— DESCRIPTION OF THE TASK —
Whenever a line in the data holds the string "onRef", pull that line out.

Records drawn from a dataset
##########

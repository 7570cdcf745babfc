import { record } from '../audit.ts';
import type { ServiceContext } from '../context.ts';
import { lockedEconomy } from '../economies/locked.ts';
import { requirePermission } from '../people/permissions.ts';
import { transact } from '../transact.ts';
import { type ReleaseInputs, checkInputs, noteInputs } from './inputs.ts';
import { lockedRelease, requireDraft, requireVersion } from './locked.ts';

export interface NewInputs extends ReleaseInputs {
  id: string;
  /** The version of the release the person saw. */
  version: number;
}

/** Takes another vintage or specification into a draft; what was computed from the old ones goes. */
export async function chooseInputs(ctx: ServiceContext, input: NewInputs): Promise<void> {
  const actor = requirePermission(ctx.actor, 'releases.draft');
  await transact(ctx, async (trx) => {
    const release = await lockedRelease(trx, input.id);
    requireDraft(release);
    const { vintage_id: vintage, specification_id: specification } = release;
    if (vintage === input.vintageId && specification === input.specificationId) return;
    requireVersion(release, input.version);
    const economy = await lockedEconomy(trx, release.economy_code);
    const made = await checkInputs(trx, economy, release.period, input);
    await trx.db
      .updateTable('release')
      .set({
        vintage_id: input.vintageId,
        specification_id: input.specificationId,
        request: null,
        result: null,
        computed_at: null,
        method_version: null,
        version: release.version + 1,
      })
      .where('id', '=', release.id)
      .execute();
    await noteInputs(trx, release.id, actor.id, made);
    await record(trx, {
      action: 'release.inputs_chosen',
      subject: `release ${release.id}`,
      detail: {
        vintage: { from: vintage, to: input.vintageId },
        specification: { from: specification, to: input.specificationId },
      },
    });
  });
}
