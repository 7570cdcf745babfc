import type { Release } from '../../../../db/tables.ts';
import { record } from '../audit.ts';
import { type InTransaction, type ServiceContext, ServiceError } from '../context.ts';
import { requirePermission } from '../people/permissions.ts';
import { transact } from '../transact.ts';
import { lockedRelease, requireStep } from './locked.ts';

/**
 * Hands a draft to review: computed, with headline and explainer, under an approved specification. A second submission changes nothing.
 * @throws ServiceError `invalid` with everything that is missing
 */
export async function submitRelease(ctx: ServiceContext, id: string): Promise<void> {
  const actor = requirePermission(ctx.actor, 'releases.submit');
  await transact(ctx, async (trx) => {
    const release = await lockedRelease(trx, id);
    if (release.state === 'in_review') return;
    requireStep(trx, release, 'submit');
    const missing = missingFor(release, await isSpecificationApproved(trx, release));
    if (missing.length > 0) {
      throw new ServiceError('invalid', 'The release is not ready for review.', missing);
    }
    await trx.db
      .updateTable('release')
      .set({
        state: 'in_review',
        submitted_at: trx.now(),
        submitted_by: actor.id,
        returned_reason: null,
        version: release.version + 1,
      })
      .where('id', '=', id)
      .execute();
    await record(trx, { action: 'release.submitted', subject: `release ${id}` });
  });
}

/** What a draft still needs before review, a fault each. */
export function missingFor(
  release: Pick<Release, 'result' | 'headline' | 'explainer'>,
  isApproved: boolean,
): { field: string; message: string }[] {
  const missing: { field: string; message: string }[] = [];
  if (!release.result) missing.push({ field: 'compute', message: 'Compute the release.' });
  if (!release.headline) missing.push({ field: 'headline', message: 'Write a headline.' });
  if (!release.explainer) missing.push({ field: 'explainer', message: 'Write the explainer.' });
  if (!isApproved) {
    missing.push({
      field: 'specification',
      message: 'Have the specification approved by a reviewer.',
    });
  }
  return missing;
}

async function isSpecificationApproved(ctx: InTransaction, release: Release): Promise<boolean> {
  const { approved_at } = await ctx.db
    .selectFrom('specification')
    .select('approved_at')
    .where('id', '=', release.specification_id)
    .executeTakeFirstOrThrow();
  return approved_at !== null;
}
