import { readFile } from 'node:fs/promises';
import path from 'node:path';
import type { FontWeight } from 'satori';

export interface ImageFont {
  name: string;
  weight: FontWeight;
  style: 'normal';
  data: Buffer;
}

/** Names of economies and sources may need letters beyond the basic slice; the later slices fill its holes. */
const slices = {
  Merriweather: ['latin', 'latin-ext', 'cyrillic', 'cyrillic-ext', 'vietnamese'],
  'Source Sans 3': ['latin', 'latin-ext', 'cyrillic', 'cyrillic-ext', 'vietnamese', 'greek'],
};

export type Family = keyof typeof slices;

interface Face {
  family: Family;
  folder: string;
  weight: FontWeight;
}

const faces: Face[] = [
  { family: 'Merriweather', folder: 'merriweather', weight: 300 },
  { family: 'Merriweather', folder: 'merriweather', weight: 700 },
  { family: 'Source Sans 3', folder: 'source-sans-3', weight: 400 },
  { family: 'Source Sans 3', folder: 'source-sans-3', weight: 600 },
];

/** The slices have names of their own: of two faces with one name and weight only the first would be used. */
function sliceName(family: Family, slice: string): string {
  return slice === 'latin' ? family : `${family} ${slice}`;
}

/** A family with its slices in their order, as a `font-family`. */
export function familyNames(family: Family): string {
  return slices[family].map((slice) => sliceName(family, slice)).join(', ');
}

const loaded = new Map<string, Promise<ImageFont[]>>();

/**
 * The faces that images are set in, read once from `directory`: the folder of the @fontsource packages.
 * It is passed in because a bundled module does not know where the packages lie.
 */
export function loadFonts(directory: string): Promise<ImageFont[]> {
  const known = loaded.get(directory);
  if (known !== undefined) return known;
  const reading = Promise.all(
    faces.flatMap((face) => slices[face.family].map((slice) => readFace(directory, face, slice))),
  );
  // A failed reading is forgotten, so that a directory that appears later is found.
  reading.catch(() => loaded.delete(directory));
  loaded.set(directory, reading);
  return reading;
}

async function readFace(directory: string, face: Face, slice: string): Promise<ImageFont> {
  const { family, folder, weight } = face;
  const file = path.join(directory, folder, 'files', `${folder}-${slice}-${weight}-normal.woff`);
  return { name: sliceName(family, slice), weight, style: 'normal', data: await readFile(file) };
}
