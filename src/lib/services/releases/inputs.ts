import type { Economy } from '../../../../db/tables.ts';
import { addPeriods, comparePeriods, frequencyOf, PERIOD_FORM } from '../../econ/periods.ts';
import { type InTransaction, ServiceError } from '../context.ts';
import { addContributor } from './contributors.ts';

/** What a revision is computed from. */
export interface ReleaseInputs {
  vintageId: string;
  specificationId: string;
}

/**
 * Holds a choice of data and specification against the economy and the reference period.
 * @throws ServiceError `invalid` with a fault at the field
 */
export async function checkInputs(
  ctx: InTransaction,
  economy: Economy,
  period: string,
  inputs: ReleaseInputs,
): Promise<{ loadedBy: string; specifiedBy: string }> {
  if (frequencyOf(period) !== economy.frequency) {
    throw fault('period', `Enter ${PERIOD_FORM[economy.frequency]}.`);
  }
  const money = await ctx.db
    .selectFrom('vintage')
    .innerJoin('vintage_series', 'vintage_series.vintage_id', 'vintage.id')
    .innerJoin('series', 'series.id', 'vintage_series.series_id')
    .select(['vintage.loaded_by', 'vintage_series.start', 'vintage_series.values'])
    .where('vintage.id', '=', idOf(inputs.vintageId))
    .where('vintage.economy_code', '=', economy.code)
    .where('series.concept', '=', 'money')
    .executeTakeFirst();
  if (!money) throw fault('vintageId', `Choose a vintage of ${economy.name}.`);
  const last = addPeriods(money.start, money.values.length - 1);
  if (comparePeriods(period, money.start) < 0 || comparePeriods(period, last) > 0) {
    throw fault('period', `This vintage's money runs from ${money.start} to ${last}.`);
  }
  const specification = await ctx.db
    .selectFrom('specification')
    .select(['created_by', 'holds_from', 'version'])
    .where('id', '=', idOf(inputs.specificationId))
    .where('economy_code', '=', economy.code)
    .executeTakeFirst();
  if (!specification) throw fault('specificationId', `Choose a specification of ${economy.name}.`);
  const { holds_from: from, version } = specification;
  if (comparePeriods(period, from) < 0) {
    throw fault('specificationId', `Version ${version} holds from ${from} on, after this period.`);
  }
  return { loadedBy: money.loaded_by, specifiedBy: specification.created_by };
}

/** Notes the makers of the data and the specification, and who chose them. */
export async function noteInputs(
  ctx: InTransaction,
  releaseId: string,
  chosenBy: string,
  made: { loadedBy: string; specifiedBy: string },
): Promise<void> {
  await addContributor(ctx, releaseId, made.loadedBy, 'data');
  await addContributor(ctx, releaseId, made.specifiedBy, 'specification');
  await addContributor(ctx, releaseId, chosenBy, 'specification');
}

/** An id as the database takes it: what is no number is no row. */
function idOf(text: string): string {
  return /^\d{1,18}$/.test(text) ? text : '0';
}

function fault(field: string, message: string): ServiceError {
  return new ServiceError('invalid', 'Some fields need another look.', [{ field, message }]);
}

##########

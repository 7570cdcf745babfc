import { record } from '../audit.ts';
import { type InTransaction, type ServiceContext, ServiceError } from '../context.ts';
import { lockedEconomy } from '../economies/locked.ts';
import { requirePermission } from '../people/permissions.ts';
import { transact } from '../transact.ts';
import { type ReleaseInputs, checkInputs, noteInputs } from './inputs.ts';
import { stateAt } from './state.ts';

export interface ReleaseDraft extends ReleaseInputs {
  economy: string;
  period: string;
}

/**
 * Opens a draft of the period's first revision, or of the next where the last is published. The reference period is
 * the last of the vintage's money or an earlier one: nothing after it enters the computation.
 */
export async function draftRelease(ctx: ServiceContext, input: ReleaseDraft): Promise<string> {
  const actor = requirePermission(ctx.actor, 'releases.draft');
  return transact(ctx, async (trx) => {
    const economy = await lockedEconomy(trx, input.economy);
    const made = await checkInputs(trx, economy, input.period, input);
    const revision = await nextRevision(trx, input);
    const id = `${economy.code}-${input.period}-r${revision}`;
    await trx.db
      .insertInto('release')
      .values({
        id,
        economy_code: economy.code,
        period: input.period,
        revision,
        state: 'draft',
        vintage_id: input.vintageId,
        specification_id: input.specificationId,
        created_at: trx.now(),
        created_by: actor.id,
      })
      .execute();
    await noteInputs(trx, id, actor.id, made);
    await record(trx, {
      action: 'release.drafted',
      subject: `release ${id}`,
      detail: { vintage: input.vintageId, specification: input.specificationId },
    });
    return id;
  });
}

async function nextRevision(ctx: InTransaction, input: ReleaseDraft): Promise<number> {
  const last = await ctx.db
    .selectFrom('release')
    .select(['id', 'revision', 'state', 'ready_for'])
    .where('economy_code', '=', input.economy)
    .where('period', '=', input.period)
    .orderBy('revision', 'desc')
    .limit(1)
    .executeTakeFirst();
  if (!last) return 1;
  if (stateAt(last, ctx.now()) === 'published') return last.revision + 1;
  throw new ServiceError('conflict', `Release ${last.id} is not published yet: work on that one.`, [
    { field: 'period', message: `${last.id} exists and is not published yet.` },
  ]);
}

##########

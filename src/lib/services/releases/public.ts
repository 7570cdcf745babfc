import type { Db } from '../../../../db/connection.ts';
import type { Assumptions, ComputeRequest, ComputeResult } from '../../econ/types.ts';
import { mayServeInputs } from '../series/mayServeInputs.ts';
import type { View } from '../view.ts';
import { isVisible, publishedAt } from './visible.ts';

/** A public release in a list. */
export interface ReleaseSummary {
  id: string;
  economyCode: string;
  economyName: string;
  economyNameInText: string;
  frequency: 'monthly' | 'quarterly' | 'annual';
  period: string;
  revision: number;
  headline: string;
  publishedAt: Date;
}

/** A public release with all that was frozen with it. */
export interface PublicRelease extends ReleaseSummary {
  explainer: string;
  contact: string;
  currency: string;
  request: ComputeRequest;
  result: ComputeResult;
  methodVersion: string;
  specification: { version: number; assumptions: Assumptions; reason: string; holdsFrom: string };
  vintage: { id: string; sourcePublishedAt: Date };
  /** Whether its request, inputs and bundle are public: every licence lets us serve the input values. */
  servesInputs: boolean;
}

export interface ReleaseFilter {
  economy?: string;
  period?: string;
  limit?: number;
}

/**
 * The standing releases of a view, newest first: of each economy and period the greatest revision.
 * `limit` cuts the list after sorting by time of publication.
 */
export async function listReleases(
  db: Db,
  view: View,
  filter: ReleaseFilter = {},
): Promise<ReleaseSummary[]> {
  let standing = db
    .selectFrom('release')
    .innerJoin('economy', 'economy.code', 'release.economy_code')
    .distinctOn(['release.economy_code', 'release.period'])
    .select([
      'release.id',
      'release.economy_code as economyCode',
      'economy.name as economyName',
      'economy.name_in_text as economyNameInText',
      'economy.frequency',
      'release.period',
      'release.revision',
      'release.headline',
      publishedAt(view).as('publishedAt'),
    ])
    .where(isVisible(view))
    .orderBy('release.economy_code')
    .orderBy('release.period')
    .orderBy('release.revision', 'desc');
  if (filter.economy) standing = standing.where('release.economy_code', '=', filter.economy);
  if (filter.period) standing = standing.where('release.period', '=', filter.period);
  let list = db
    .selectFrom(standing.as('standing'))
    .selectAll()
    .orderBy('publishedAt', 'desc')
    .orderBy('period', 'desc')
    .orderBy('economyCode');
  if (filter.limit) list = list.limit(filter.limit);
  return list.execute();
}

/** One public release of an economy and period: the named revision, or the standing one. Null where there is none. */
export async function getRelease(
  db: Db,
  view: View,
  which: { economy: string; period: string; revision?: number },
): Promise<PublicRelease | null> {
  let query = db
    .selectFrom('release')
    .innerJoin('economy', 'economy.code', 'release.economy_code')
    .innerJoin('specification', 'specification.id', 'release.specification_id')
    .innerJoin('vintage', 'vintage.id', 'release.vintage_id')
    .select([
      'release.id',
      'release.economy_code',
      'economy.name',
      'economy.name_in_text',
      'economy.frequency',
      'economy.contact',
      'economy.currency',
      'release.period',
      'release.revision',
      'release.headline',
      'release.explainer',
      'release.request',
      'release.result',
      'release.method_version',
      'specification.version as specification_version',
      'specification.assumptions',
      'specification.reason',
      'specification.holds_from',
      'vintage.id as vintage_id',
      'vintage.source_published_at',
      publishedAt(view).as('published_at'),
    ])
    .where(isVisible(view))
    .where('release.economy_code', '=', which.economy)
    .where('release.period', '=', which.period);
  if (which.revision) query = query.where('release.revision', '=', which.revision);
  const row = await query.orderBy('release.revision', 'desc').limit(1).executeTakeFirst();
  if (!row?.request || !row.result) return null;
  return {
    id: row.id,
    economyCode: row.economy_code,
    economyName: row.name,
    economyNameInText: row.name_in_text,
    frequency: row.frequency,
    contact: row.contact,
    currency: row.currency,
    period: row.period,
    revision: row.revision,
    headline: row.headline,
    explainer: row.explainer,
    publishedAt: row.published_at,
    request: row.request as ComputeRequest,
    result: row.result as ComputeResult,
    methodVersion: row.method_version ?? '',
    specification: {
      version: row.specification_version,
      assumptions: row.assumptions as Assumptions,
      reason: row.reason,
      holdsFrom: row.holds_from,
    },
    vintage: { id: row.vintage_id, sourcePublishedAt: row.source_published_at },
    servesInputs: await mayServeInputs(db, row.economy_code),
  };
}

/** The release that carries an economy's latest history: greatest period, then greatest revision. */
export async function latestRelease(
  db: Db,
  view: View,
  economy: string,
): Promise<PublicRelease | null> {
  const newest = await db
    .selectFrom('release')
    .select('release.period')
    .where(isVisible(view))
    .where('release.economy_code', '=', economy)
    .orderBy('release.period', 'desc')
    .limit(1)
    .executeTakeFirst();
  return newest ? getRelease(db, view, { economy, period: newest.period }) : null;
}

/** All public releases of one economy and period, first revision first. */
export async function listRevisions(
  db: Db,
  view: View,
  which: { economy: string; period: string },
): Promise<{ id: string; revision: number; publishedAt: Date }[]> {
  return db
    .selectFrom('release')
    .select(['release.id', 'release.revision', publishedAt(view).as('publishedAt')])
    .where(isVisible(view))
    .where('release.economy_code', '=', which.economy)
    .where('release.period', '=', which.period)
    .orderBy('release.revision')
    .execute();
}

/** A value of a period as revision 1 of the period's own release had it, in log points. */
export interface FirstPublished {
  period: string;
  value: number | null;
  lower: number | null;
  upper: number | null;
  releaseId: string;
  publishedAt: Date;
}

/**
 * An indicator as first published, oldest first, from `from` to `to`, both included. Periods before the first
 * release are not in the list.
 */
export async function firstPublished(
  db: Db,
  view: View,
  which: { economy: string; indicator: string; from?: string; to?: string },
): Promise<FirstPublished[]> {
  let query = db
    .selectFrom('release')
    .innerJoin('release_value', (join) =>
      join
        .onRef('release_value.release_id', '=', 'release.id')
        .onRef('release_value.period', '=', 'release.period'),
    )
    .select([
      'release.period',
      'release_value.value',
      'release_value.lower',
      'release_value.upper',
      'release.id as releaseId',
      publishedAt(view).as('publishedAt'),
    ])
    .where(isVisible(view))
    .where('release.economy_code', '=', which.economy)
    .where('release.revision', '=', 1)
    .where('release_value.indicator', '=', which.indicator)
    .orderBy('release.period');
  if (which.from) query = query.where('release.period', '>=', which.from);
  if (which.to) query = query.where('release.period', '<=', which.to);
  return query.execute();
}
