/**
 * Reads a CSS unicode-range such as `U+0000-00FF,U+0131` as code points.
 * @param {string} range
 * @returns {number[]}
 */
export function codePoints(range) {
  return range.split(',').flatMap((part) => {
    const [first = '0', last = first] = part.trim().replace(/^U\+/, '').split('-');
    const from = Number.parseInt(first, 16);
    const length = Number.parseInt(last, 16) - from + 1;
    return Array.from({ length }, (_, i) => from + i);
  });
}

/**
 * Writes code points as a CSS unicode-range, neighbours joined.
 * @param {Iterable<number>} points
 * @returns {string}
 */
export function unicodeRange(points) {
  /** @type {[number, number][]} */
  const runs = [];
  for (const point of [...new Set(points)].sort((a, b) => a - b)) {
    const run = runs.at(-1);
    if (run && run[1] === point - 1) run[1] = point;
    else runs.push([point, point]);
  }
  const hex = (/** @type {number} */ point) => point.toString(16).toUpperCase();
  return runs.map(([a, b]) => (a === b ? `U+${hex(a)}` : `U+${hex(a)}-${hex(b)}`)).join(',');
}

##########

— RESULT FOR THIS EXERCISE —
        .onRef('release_value.release_id', '=', 'release.id')
        .onRef('release_value.period', '=', 'release.period'),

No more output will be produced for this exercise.